**WHAT YOU WILL DO**
Extract the lines from the first line of the records below through the line containing "from pnpguard.bench._registry import", inclusive, and reproduce them exactly as written.

Stored data:

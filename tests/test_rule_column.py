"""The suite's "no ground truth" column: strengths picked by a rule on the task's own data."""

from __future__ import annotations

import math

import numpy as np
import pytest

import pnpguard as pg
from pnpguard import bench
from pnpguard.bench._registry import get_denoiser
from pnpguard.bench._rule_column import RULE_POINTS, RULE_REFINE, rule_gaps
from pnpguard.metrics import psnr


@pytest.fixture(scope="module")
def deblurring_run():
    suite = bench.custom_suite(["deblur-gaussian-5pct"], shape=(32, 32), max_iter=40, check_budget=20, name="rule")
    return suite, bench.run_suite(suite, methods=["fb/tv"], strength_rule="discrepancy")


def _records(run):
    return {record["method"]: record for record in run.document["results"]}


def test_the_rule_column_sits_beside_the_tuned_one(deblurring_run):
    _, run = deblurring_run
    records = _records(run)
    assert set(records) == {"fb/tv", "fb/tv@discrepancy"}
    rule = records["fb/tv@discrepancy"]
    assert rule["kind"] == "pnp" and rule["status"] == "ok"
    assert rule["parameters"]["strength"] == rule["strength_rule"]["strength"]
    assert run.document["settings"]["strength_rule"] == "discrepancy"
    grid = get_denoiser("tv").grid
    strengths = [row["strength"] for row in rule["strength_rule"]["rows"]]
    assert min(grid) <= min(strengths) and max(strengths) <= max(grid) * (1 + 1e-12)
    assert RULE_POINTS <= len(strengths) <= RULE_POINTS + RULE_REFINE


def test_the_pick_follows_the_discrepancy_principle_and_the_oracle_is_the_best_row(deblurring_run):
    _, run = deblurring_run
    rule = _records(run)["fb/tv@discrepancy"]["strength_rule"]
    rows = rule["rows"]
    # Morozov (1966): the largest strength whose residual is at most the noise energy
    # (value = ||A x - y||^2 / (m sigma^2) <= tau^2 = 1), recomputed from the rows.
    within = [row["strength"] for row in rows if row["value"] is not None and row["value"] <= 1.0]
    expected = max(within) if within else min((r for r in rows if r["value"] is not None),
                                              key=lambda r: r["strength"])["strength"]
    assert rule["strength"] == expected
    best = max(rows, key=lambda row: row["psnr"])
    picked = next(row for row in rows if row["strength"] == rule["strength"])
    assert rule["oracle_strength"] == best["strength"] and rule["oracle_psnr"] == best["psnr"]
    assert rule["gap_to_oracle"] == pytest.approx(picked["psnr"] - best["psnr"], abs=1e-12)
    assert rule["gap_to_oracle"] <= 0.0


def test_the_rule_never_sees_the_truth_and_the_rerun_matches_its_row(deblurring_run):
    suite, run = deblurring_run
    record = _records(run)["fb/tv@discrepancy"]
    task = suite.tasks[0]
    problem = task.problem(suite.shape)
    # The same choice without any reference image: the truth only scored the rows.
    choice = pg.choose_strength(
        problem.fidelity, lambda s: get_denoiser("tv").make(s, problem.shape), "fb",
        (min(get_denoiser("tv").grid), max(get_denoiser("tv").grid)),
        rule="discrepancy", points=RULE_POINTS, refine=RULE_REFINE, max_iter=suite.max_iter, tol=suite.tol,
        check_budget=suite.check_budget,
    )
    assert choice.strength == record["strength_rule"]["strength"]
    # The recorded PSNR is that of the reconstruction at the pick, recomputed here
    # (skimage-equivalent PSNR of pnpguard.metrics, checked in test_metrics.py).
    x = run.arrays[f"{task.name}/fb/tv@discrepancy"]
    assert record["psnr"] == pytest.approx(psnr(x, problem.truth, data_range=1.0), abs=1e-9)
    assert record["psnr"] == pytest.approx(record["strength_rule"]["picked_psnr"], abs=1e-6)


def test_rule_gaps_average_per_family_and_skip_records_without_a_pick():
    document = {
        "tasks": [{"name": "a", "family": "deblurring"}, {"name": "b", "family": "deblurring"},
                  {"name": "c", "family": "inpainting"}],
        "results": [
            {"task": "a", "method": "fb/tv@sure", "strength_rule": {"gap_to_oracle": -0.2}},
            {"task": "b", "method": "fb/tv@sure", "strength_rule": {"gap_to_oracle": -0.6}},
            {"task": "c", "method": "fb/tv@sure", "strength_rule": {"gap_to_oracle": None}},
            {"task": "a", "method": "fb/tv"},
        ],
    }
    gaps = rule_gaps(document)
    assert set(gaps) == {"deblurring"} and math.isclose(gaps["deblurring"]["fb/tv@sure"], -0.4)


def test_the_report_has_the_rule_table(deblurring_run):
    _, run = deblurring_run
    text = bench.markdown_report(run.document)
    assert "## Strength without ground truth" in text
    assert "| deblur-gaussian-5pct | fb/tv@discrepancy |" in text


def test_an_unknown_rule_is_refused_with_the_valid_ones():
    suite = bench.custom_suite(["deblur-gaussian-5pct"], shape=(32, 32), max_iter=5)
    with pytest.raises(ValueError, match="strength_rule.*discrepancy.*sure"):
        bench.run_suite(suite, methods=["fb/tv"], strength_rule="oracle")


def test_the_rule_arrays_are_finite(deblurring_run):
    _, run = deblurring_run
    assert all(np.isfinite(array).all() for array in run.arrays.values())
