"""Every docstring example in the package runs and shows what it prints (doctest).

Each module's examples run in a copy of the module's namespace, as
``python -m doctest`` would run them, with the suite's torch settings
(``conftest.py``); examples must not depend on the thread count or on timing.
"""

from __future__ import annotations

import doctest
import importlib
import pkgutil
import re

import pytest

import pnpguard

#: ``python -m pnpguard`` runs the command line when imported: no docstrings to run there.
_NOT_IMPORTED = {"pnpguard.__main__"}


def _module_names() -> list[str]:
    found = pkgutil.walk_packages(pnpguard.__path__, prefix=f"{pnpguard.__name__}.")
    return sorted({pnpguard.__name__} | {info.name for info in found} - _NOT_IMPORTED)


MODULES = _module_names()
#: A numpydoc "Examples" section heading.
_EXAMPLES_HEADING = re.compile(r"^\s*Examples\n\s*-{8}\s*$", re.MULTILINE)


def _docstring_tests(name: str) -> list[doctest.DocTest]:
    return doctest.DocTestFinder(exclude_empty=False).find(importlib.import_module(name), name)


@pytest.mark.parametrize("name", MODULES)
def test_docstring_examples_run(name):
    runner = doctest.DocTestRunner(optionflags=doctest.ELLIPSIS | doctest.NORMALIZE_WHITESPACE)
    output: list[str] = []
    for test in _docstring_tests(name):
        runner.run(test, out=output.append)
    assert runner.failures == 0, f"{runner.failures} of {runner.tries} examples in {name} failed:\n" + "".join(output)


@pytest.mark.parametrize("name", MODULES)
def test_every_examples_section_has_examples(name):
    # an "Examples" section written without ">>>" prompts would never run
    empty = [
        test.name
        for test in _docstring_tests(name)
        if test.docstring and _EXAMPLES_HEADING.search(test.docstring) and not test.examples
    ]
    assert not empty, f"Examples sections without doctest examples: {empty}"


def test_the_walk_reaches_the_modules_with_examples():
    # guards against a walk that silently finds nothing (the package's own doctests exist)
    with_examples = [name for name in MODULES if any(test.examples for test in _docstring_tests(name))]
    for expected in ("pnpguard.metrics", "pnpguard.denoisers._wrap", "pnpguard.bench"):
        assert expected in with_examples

**EXERCISE OUTPUT**
filename tests/test_rule_column.py
"""The suite's "no ground truth" column: strengths picked by a rule on the task's own data."""

from __future__ import annotations

import math

import numpy as np
import pytest

import pnpguard as pg
from pnpguard import bench
from pnpguard.bench._registry import get_denoiser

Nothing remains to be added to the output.